(THE DATA Opens)
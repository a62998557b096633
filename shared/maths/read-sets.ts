import type { Expr, SetExpr } from './expression.ts';
import type { Reader } from './reader.ts';
import type { TokenKind } from './token-table.ts';

const NUMBER_SETS: Partial<Record<string, 'reals' | 'integers' | 'naturals' | 'rationals' | 'complex'>> = {
  R: 'reals',
  Z: 'integers',
  N: 'naturals',
  Q: 'rationals',
  C: 'complex',
  I: 'integers',
};

/** Sets joined by union, intersection and "without"; two different joins need brackets. */
export function readSet(reader: Reader): SetExpr {
  const { start } = reader.token;
  const first = readSimpleSet(reader);
  const join = reader.token.kind;
  if (join === 'setminus') {
    reader.next();
    const removed = readSimpleSet(reader);
    if (isJoin(reader.token.kind)) reader.fail('mixed-joins', ['(']);
    return { kind: 'without', from: first, removed, span: reader.span(start) };
  }
  if (join !== 'cup' && join !== 'cap') return first;
  const parts = [first];
  while (reader.take(join)) parts.push(readSimpleSet(reader));
  if (isJoin(reader.token.kind)) reader.fail('mixed-joins', ['(']);
  return { kind: join === 'cup' ? 'union' : 'intersection', parts, span: reader.span(start) };
}

function isJoin(kind: TokenKind): boolean {
  return kind === 'cup' || kind === 'cap' || kind === 'setminus';
}

function readSimpleSet(reader: Reader): SetExpr {
  const { token } = reader;
  switch (token.kind) {
    case 'set(':
      return readFinite(reader);
    case 'empty':
      reader.next();
      return { kind: 'empty', span: reader.span(token.start) };
    case 'number-set':
      return readNumberSet(reader);
    case '(':
    case '[':
    case ']':
      return token.kind === '(' && !hasComma(reader, 1) ? readGrouped(reader) : readInterval(reader);
    default:
      return reader.fail('bad-set', ['\\{', '(', '[', '\\R']);
  }
}

function readGrouped(reader: Reader): SetExpr {
  reader.next();
  const set = reader.inside(readSet);
  reader.expect(')', 'missing-bracket', ')');
  return set;
}

function readFinite(reader: Reader): SetExpr {
  const { start } = reader.next();
  if (reader.take('set)')) return { kind: 'empty', span: reader.span(start) };
  const items = reader.inside(() => {
    const read: Expr[] = [];
    do read.push(reader.grammar.sum(reader));
    while (reader.take(',') || reader.take(';'));
    return read;
  });
  reader.expect('set)', reader.is('|') ? 'bad-set' : 'missing-bracket', '\\}');
  return { kind: 'finite', items, span: reader.span(start) };
}

function readNumberSet(reader: Reader): SetExpr {
  const { text, start } = reader.next();
  const signed = (reader.is('^') || reader.is('_')) && signAfter(reader);
  if (text === 'R' && signed) {
    const braced = reader.peek(1).kind === '{';
    const sign = reader.peek(braced ? 2 : 1);
    for (let count = braced ? 4 : 2; count > 0; count -= 1) reader.next();
    const zero: Expr = {
      kind: 'number',
      numerator: 0n,
      denominator: 1n,
      written: 'integer',
      decimals: 0,
      span: { start: sign.start, end: sign.end },
    };
    const open = { fromClosed: false, toClosed: false, span: reader.span(start) } as const;
    return sign.kind === '+'
      ? { kind: 'interval', from: zero, to: null, ...open }
      : { kind: 'interval', from: null, to: zero, ...open };
  }
  return { kind: NUMBER_SETS[text] ?? 'reals', span: reader.span(start) };
}

function signAfter(reader: Reader): boolean {
  const { kind } = reader.peek(reader.peek(1).kind === '{' ? 2 : 1);
  return kind === '+' || kind === '-';
}

/** `(a,b]`, `[a;b]` and `]a,b[`. */
export function readInterval(reader: Reader): SetExpr {
  const open = reader.next();
  const ends = reader.inside(
    () => {
      const from = reader.grammar.sum(reader);
      if (!reader.take(',') && !reader.take(';')) reader.fail('bad-set', [',']);
      return { from, to: reader.grammar.sum(reader) };
    },
    { reversed: true },
  );
  const close = reader.token.kind;
  if (close !== ')' && close !== ']' && close !== '[') reader.fail('missing-bracket', [')', ']']);
  reader.next();
  const from = isInfinite(ends.from, 'minus') ? null : ends.from;
  const to = isInfinite(ends.to, 'plus') ? null : ends.to;
  return {
    kind: 'interval',
    from,
    to,
    fromClosed: open.kind === '[' && from !== null,
    toClosed: close === ']' && to !== null,
    span: reader.span(open.start),
  };
}

function isInfinite(expr: Expr, sign: 'plus' | 'minus'): boolean {
  if (expr.kind === 'constant') return expr.name === 'infinity' && sign === 'plus';
  if (expr.kind !== 'sum' || expr.terms.length !== 1) return false;
  const [term] = expr.terms;
  return term?.sign === sign && term.expr.kind === 'constant' && term.expr.name === 'infinity';
}

/** Is there a comma directly within the bracket that opens here? Bounded by the length of the line. */
export function hasComma(reader: Reader, ahead: number): boolean {
  let depth = 0;
  for (let at = ahead; ; at += 1) {
    const { kind } = reader.peek(at);
    if (kind === 'end-of-line') return false;
    if (depth === 0 && (kind === ',' || kind === ';')) return true;
    if (OPENING.has(kind)) depth += 1;
    if (CLOSING.has(kind)) depth -= 1;
    if (depth < 0) return false;
  }
}

const OPENING = new Set<TokenKind>(['(', '[', '{', 'set(', 'floor(', 'ceil(']);
const CLOSING = new Set<TokenKind>([')', ']', '}', 'set)', 'floor)', 'ceil)']);

/** `[1,2)`, `(-1,3]`, `]a,b[` or a number set at the start of a line: a bare set. */
export function startsSet(reader: Reader): boolean {
  const { kind } = reader.token;
  if (kind === 'set(' || kind === 'empty' || kind === 'number-set' || kind === ']') return true;
  if (kind !== '(' && kind !== '[') return false;
  let depth = 0;
  let commas = 0;
  for (let at = 0; ; at += 1) {
    const inner = reader.peek(at).kind;
    if (inner === 'end-of-line') return false;
    if (depth === 1 && (inner === ',' || inner === ';')) commas += 1;
    if (OPENING.has(inner)) depth += 1;
    if (CLOSING.has(inner)) depth -= 1;
    if (depth > 0) continue;
    const after = reader.peek(at + 1).kind;
    return commas === 1 && (after === 'end-of-line' || isJoin(after) || (inner === ']') !== (kind === '['));
  }
}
(THE DATA Closes)
YOUR ASSIGNMENT:
Using the material, show each line where the string "joins" can be found.

RESULT OF THE TASK:
/** Sets joined by union, intersection and "without"; two different joins need brackets. */
    if (isJoin(reader.token.kind)) reader.fail('mixed-joins', ['(']);
  if (isJoin(reader.token.kind)) reader.fail('mixed-joins', ['(']);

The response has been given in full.